[DIRECTIONS FOR THIS TASK] An exact reproduction of the lines from the one with "const name = e.pitch" to the end of the data below is required. No other lines may be included.

# # # # # # #

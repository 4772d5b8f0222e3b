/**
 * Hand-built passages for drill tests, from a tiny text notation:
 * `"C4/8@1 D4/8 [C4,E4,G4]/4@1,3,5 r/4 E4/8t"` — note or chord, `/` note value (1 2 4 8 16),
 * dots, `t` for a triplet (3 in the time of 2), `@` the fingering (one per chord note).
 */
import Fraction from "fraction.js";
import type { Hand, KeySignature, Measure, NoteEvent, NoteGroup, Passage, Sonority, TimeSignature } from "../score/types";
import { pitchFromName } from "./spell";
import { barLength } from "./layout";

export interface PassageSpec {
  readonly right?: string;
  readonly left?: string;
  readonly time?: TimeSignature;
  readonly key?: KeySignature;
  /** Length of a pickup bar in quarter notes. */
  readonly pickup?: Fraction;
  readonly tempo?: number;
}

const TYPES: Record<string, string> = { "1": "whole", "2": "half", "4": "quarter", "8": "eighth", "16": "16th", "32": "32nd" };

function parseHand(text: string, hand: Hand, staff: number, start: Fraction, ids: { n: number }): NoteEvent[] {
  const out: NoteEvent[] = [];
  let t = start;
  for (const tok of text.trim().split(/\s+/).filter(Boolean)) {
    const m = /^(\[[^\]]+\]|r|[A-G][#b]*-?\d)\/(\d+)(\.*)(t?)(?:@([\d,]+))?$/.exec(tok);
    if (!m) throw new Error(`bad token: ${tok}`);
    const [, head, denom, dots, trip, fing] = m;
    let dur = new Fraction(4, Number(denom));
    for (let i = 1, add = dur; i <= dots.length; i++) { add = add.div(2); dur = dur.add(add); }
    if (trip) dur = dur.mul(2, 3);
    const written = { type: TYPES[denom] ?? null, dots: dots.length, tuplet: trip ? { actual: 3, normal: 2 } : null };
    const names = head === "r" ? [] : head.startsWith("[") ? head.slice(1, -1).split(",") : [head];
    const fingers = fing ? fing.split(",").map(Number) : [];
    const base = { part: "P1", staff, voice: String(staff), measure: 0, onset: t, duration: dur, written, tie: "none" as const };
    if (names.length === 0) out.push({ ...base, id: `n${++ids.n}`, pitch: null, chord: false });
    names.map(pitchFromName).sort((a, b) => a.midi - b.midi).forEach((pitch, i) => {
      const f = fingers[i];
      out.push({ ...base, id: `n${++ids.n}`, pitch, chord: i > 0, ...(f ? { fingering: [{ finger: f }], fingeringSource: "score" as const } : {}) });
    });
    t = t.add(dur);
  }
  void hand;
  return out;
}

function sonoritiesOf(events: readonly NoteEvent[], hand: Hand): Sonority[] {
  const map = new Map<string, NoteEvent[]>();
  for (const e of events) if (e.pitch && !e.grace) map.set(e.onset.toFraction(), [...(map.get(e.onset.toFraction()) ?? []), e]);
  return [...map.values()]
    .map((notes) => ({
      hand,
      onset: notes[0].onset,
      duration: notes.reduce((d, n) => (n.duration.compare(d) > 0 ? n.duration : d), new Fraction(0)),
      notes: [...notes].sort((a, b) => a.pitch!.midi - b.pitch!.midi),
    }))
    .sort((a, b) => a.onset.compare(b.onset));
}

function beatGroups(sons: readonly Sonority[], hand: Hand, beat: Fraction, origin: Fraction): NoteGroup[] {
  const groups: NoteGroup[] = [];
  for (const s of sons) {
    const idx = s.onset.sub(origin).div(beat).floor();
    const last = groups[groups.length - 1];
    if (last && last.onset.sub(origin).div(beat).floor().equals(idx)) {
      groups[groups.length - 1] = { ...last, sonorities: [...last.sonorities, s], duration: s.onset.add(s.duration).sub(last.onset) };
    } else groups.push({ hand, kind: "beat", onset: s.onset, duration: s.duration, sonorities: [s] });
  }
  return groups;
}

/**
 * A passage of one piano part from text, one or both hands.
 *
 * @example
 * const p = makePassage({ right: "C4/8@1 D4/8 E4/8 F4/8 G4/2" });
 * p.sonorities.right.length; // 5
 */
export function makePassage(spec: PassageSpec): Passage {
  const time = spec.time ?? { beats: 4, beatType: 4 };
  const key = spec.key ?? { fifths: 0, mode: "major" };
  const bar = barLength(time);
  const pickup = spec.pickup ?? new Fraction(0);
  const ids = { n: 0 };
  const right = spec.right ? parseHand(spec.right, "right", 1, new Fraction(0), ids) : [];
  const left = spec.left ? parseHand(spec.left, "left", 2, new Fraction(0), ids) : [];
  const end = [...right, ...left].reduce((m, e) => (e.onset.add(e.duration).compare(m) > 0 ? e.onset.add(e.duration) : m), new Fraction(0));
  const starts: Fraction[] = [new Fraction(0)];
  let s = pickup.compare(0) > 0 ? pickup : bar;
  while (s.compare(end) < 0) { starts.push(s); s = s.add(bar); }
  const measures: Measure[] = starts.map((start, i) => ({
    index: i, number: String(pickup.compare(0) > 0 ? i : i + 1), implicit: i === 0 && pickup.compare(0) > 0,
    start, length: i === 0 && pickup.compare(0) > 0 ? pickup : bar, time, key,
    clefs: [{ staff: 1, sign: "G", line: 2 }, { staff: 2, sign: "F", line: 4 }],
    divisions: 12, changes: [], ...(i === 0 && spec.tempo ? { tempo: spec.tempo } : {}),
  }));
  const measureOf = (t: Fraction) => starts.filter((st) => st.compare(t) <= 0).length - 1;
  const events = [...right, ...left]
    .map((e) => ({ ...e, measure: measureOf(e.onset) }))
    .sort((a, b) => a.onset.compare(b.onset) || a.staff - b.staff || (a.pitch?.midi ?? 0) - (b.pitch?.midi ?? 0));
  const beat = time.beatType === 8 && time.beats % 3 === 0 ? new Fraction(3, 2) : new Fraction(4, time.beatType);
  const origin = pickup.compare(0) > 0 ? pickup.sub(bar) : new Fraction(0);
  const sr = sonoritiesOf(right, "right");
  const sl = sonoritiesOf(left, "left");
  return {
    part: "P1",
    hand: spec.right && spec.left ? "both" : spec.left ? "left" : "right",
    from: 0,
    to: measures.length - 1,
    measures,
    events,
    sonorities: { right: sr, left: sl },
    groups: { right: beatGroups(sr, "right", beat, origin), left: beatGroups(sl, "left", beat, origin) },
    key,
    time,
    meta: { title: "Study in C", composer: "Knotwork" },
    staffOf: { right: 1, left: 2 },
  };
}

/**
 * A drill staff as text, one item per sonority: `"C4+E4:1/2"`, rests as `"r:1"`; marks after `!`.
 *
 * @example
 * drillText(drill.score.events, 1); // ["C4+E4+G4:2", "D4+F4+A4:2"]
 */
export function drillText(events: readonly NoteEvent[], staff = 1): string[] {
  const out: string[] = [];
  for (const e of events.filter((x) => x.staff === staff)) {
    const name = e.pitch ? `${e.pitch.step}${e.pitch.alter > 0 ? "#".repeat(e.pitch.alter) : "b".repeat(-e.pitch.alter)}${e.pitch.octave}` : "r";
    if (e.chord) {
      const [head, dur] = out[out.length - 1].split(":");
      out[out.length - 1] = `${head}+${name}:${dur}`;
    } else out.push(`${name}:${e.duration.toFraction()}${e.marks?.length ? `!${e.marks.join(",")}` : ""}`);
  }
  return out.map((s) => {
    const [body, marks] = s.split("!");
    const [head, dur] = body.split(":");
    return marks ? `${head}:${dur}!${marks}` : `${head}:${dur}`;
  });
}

# # # # # # #

[TASK RESPONSE]
    const name = e.pitch ? `${e.pitch.step}${e.pitch.alter > 0 ? "#".repeat(e.pitch.alter) : "b".repeat(-e.pitch.alter)}${e.pitch.octave}` : "r";
    if (e.chord) {
      const [head, dur] = out[out.length - 1].split(":");
      out[out.length - 1] = `${head}+${name}:${dur}`;
    } else out.push(`${name}:${e.duration.toFraction()}${e.marks?.length ? `!${e.marks.join(",")}` : ""}`);
  }
  return out.map((s) => {
    const [body, marks] = s.split("!");
    const [head, dur] = body.split(":");
    return marks ? `${head}:${dur}!${marks}` : `${head}:${dur}`;
  });
}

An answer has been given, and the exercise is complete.